# Access ADSL router before ISP login?

## zolxd

The instructions for my router are basically to access it with a browser before entering user and password.

adsl-setup (and adsl-start) however, appear to want to go straight for the ISP login, which naturally fails.

That's what I assume, since adsl-setup always asks for login details and adsl-start always times out.

The router is on eth0.

Is there a way to send IP requests through to the router without involving the ISP login each time?

In general, I would like to be able to do this even after it's working.

(Aside.
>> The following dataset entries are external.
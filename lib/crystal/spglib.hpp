#pragma once

#include <array>
#include <cstdint>
#include <optional>
#include <span>
#include <string>
#include <vector>

#include "crystal/lattice.hpp"
#include "crystal/operation.hpp"

namespace spinsieve {

/// The only door to spglib. Calls are serialised (its error state is one static), memory is owned
/// here, failures become Error or an empty optional. Its floating translations are rounded to
/// exact fractions of denominator ≤ 24 and that rounding is verified.

struct HallSetting {
  int hall_number = 0;
  int number = 0;
  std::string symbol_short;  ///< "P n m a"
  std::string symbol_full;   ///< "P 2_1/n 2_1/m 2_1/a"
  std::string hall_symbol;   ///< "-P 2ac 2n"
  std::string choice;        ///< "cab", "2", "H", …
};

HallSetting hall_setting(int hall_number);
/// All operations of the setting, centrings included.
std::vector<Operation> hall_operations(int hall_number);

struct TabulatedSetting {
  int hall_number = 0;
  /// x_tabulated = transformation · x + shift, exact.
  std::array<FractionVector, 3> transformation;
  FractionVector shift;
};

/// The tabulated setting a closed list of operations belongs to, proved by exact transformation.
std::optional<TabulatedSetting> identify_setting(std::span<const Operation> operations);

/// What the symmetry search reports: the number and, floating, the axes of its standard setting:
/// x_tabulated = transformation · x + some shift.
struct FoundSymmetry {
  int number = 0;
  std::array<std::array<double, 3>, 3> transformation;
};

/// Searches the symmetry of a made-up crystal whose group is the given one: two general orbits,
/// drawn by the seed, on a primitive cell of metric G. One operation per rotation, primitive axes.
std::optional<FoundSymmetry> search_symmetry(std::span<const Operation> operations,
                                             const IntMetric& G, std::uint64_t seed);

/// One type of magnetic space group of the database, by UNI number 1 … 1651.
struct MagneticType {
  int uni_number = 0;
  std::string bns_number;
  std::string og_number;
  int number = 0;  ///< Leading space-group number.
  int type = 0;    ///< 1 … 4.
};

struct PrimedOperation {
  Operation operation;
  bool primed = false;  ///< Combined with time reversal.
};

MagneticType magnetic_type(int uni_number);
/// All operations in the standard BNS setting (or that of a hall_number), centrings included.
std::vector<PrimedOperation> magnetic_operations(int uni_number, int hall_number = 0);

}  // namespace spinsieve
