#include "ranking/form_family.hpp"

#include <string>

#include "exact/error.hpp"

namespace spinsieve {

FormFamily::FormFamily(std::size_t parameters, const std::vector<Eigen::MatrixXd>& forms)
    : parameters_(static_cast<Eigen::Index>(parameters)),
      columns_(parameters_ * parameters_, static_cast<Eigen::Index>(forms.size())) {
  if (parameters == 0) throw Error("a candidate with 0 parameters; it needs at least one");
  for (std::size_t s = 0; s < forms.size(); ++s) {
    const Eigen::MatrixXd& M = forms[s];
    if (M.rows() != parameters_ || M.cols() != parameters_ || !M.allFinite())
      throw Error("intensity form " + std::to_string(s + 1) + " is " + std::to_string(M.rows()) +
                  " by " + std::to_string(M.cols()) + "; it must be finite and " +
                  std::to_string(parameters) + " by " + std::to_string(parameters));
    Eigen::Map<Eigen::MatrixXd>(columns_.col(static_cast<Eigen::Index>(s)).data(), parameters_,
                                parameters_) = 0.5 * (M + M.transpose());
  }
}

Eigen::VectorXd FormFamily::intensities(const Eigen::VectorXd& c) const {
  return 0.5 * jacobian(c) * c;
}

Eigen::MatrixXd FormFamily::jacobian(const Eigen::VectorXd& c) const {
  Eigen::MatrixXd result(size(), parameters_);
  for (Eigen::Index s = 0; s < size(); ++s) result.row(s).noalias() = 2 * (form(s) * c).transpose();
  return result;
}

FormFamily FormFamily::pulled_back(const Eigen::MatrixXd& V) const {
  FormFamily result;
  result.parameters_ = V.cols();
  result.columns_.resize(V.cols() * V.cols(), size());
  Eigen::MatrixXd half(parameters_, V.cols());
  for (Eigen::Index s = 0; s < size(); ++s) {
    half.noalias() = form(s) * V;
    Eigen::Map<Eigen::MatrixXd>(result.columns_.col(s).data(), V.cols(), V.cols()).noalias() =
        V.transpose() * half;
  }
  return result;
}

}  // namespace spinsieve
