std::vector<PrimedOperation> generated(const std::vector<std::string>& generators,
                                       const RationalLattice& lattice) {
  std::vector<PrimedOperation> result = {{Operation{}, false}};
  std::set<std::string> known = {to_string(result[0].operation)};
  for (std::size_t i = 0; i < result.size(); ++i) {
    for (const auto& text : generators) {
      const PrimedOperation g = parsed(text);
      PrimedOperation next{result[i].operation * g.operation, result[i].primed != g.primed};
      next.operation.translation = lattice.reduced(next.operation.translation);
      if (known.insert(to_string(next.operation) + (next.primed ? "'" : "")).second)
        result.push_back(next);
    }
  }
  return result;
}

MagneticGroup group_of(const std::vector<std::string>& generators,
                       const std::vector<FractionVector>& lattice) {
  return MagneticGroup::from_operations(generated(generators, RationalLattice(lattice)), lattice);
}

const std::vector<FractionVector> integers = {vector_of(1, 0, 0), vector_of(0, 1, 0),
                                              vector_of(0, 0, 1)};

MagneticCifAtom atom(const std::string& label, const std::string& type,
                     const FractionVector& position) {
  MagneticCifAtom result;
  result.label = label;
  result.type = type;
  result.position = position;
  return result;
}
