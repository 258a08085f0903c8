#pragma once

#include <cstddef>
#include <optional>
#include <span>
#include <string_view>
#include <vector>

namespace spinsieve {

/// What the data say about a candidate.
enum class Verdict {
  survives,
  undetermined,  ///< As many effective parameters as points, or more: nothing was tested.
  rejected,      ///< The best fit found fails, no bound certifies it.
  excluded       ///< The certified bound fails: no parameter values can fit.
};

std::string_view to_string(Verdict verdict);

/// A true candidate is turned down once in a thousand.
constexpr double default_significance = 0.001;

/// Probability that χ² of that many degrees of freedom exceeds the value. degrees ≥ 1.
double chi_squared_tail(double chi2, std::size_t degrees);

/// The value exceeded with that probability. degrees ≥ 1, 0 < probability < 1.
double chi_squared_quantile(double probability, std::size_t degrees);

/// p-value of a fit with N − effective parameters degrees of freedom; none when there are none.
std::optional<double> p_value(double chi2, std::size_t points, std::size_t effective_parameters);

/// The verdict on a candidate.
///
/// lower_bound: certified, if there is one. Excluded: it exceeds the quantile with `points` degrees
/// of freedom, no parameters subtracted (χ²min is never above χ² of the truth). Rejected: the fit
/// fails at points − effective parameters degrees; without any, at `points` degrees.
Verdict verdict(double chi2, std::optional<double> lower_bound, std::size_t points,
                std::size_t effective_parameters, double significance = default_significance);

enum class ErrorScale {
  known,  ///< Sigmas are what they say.
  fitted  ///< Only their ratios are: AICc with the error scale as one more parameter.
};

/// Akaike's criterion: χ² + 2p for known errors; with a fitted error scale
/// N ln(χ²/N) + 2K + 2K(K + 1)/(N − K − 1), K = p + 1, infinite when N ≤ K + 1.
/// Source: Burnham & Anderson (2002), Model Selection and Multimodel Inference, sections 2.2, 2.4.
double akaike(double chi2, std::size_t points, std::size_t effective_parameters,
              ErrorScale errors = ErrorScale::known);

/// Akaike weights exp(−Δ/2)/Σ; they sum to 1. All equal when every criterion is infinite.
std::vector<double> akaike_weights(std::span<const double> criteria);

}  // namespace spinsieve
My serial modem issues remain unresolved as well.)

----------

## PaulBredbury

What's the make and model of the router?

----------

## Cocker68

If You own a hardware router, You don't need ADSL-stuff on Your Gentoo box.  You have to setup Your hardware-router instead with correct username/password to authenticate against Your ISP.  To accomplish this, most routers are configurable via the browser on Your desktop-computer.

Maybe I misunderstood Your problem totally...

- Cocker :wq

----------

## zolxd

 *Cocker68 wrote:*   

> If You own a hardware router, You don't need ADSL-stuff on Your Gentoo box.  You have to setup Your hardware-router instead with correct username/password to authenticate against Your ISP.  To accomplish this, most routers are configurable via the browser on Your desktop-computer.
> 
> - Cocker :wq

 

That's the plan. But I haven't been able to reach the router via the browser.

Do you mean that I don't need to use anything in rp-pppoe?

I expected that using the ethernet card might require more work, but it may just be a mistake with setting up the 'local network'. 

I have to wait until the weekend before exploring that.

(I don't think it matters PB, but the modem is Dynalink RTA1320.)

----------

## PaulBredbury

It matters in that, for example, its default configuration may be to only respond to certain IP addresses on the local network. Have you read its manual?

----------

## Cocker68

OK, now it gets a bit clearer.

zolxd,try to find a way to reset the router to its factory default settings (in case it's not brand new anyway) out of the manual (PaulBredbury searched for You after the link)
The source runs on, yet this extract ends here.